Records for this exercise
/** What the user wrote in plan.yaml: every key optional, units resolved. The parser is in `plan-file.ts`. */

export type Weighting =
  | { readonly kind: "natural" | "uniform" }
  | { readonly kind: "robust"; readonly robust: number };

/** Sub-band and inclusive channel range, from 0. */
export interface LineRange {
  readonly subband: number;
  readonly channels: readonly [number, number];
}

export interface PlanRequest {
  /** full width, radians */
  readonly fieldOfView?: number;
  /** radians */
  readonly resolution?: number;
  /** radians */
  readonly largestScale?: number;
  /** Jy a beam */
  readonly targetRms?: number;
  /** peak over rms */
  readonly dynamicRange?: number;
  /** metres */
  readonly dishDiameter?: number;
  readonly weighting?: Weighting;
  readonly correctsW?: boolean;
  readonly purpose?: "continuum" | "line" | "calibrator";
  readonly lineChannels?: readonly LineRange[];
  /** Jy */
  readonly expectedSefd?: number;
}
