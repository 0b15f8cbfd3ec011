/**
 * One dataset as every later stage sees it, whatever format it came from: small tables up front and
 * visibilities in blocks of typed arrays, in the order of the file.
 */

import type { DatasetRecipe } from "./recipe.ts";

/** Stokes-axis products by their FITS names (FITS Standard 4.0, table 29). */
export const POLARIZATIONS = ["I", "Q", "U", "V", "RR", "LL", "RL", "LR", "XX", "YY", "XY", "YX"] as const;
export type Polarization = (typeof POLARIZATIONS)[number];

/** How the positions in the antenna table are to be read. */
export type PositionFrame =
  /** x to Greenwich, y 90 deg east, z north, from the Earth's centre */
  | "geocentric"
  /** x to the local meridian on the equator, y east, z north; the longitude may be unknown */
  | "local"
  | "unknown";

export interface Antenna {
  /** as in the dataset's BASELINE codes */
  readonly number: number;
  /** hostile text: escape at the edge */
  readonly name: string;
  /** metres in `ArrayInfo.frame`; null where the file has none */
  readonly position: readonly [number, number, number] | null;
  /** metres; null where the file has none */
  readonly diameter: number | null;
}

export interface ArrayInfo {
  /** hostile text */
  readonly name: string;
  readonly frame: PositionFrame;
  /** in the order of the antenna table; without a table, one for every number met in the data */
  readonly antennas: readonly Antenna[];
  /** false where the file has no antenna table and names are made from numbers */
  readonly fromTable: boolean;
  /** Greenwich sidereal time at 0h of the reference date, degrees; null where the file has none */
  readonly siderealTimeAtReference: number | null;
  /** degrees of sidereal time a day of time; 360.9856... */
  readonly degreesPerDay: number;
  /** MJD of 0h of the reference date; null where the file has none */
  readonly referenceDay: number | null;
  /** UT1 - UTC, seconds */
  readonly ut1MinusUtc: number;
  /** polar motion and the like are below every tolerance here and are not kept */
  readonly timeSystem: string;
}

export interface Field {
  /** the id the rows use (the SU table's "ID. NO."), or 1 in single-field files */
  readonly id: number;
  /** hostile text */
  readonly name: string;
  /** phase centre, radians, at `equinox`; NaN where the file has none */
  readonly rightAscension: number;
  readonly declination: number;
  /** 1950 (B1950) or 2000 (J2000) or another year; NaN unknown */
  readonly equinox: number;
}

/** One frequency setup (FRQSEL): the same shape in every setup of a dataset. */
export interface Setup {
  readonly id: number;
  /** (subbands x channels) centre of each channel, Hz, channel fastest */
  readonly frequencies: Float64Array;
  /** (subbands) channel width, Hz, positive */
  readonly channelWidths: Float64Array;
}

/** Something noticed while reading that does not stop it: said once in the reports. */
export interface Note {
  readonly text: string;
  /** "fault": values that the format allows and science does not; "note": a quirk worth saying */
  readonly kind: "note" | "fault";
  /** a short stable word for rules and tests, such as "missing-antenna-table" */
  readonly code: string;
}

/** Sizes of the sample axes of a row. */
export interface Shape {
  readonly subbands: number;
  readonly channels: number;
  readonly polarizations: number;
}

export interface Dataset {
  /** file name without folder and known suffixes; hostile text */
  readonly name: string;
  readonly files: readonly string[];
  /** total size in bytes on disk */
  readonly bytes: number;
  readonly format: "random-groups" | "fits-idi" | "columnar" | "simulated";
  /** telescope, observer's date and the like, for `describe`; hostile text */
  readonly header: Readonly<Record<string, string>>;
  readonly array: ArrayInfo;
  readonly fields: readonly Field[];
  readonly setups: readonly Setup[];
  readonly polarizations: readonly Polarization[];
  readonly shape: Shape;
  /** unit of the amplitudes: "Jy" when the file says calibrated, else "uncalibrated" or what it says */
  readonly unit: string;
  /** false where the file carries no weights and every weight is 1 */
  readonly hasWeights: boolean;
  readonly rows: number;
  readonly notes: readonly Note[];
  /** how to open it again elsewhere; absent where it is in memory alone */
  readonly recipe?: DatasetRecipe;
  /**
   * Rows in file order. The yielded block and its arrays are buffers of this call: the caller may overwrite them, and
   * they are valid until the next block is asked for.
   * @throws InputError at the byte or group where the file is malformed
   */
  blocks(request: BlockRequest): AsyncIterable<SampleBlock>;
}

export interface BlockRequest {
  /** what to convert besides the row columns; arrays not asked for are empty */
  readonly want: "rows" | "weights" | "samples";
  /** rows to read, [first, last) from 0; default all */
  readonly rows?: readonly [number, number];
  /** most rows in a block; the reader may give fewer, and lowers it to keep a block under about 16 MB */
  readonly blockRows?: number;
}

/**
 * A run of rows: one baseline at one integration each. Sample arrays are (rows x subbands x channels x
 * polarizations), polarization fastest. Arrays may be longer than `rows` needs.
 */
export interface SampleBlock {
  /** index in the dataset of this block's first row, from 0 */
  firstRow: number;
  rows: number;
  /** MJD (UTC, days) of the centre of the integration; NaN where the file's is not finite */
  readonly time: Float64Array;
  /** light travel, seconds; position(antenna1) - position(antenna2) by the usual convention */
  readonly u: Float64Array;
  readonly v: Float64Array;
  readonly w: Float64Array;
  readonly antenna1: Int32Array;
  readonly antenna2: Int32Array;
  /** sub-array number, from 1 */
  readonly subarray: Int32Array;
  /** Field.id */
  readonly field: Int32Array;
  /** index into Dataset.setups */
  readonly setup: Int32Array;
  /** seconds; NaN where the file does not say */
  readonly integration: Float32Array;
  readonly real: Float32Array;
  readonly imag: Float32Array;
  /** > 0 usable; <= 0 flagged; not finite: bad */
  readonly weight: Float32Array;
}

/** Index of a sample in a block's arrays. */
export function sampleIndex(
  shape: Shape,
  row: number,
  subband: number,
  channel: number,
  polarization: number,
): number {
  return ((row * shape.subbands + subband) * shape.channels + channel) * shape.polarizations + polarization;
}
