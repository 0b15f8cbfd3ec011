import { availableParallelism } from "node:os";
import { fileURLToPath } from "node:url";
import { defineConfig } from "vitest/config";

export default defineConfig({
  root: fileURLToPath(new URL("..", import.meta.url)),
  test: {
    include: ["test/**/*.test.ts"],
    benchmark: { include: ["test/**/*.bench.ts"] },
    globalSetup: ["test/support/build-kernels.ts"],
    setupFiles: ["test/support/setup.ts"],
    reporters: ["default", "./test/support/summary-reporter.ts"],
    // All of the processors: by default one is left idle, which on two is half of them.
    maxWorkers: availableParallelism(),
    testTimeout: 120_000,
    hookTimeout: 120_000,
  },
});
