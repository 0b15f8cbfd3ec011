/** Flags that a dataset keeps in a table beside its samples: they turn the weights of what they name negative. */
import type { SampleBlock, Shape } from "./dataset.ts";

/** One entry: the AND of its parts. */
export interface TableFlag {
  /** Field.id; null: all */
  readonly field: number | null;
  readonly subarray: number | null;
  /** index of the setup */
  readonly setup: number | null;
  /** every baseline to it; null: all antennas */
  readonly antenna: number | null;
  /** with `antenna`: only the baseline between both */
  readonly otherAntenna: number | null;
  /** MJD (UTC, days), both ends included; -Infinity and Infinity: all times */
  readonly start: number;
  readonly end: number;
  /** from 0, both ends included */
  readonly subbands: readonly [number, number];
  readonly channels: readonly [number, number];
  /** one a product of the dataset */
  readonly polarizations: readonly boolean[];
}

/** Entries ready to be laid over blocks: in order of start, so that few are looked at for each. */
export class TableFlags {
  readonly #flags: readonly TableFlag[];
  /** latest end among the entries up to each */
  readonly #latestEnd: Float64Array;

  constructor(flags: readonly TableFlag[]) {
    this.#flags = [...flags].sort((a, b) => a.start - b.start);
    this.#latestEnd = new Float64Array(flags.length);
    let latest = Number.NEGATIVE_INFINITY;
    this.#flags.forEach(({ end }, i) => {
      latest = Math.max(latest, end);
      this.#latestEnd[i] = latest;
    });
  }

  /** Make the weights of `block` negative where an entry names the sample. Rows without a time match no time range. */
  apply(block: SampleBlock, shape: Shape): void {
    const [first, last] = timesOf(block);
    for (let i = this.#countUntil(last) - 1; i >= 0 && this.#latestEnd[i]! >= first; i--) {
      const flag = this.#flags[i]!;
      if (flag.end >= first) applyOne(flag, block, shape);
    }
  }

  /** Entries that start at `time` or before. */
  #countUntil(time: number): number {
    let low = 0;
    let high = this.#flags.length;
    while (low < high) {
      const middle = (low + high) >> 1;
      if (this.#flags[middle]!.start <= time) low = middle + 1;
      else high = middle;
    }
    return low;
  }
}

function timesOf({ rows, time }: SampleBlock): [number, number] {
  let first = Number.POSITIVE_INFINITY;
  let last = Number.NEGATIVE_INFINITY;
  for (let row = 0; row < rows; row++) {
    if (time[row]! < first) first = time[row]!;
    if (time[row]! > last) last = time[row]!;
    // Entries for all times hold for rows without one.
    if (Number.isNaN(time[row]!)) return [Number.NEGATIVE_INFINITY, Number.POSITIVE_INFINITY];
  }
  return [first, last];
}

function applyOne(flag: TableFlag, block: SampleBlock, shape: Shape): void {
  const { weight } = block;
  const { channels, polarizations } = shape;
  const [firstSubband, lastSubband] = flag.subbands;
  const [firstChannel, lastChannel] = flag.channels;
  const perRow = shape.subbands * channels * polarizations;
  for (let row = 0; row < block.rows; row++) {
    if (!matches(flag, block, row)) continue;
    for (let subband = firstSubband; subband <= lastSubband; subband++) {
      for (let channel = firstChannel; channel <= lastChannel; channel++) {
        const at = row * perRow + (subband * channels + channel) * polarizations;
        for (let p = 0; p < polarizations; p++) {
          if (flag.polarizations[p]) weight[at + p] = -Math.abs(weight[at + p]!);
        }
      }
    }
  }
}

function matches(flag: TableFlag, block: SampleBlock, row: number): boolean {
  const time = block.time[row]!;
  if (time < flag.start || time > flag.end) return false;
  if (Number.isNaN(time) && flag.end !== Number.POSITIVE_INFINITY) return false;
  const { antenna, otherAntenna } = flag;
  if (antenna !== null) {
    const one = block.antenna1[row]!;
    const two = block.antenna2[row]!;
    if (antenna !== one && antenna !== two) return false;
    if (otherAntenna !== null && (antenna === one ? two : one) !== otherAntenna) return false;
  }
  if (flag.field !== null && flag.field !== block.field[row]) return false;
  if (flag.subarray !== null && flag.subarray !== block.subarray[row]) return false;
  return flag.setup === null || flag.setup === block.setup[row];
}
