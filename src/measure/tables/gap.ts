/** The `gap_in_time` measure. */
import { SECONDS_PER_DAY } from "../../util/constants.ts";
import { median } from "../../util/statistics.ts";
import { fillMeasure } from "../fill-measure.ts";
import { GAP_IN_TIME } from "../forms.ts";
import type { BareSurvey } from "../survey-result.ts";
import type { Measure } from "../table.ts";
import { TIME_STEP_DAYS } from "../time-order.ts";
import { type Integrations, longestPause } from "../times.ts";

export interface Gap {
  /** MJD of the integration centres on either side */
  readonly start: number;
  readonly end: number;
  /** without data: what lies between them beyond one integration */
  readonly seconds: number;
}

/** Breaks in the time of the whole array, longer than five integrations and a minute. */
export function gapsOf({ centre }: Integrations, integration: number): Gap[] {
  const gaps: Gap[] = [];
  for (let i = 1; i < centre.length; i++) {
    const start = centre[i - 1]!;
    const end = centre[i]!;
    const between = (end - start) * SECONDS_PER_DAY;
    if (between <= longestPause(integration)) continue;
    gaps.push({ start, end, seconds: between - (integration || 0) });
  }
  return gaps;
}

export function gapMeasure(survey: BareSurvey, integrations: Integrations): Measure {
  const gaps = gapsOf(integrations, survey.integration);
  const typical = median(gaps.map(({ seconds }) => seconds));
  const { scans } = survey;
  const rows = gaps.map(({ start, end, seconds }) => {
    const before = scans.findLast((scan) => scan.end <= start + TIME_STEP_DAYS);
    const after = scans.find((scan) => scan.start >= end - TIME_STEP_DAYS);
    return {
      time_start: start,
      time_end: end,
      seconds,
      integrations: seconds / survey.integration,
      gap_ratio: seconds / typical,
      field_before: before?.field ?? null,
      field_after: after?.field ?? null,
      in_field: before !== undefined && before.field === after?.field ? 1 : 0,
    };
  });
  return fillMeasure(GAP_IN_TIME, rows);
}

Your task
Quote the data above verbatim from its first line to the line that includes "export interface LineRange", with both boundary lines retained.

Result of this task
/** What the user wrote in plan.yaml: every key optional, units resolved. The parser is in `plan-file.ts`. */

export type Weighting =
  | { readonly kind: "natural" | "uniform" }
  | { readonly kind: "robust"; readonly robust: number };

/** Sub-band and inclusive channel range, from 0. */
export interface LineRange {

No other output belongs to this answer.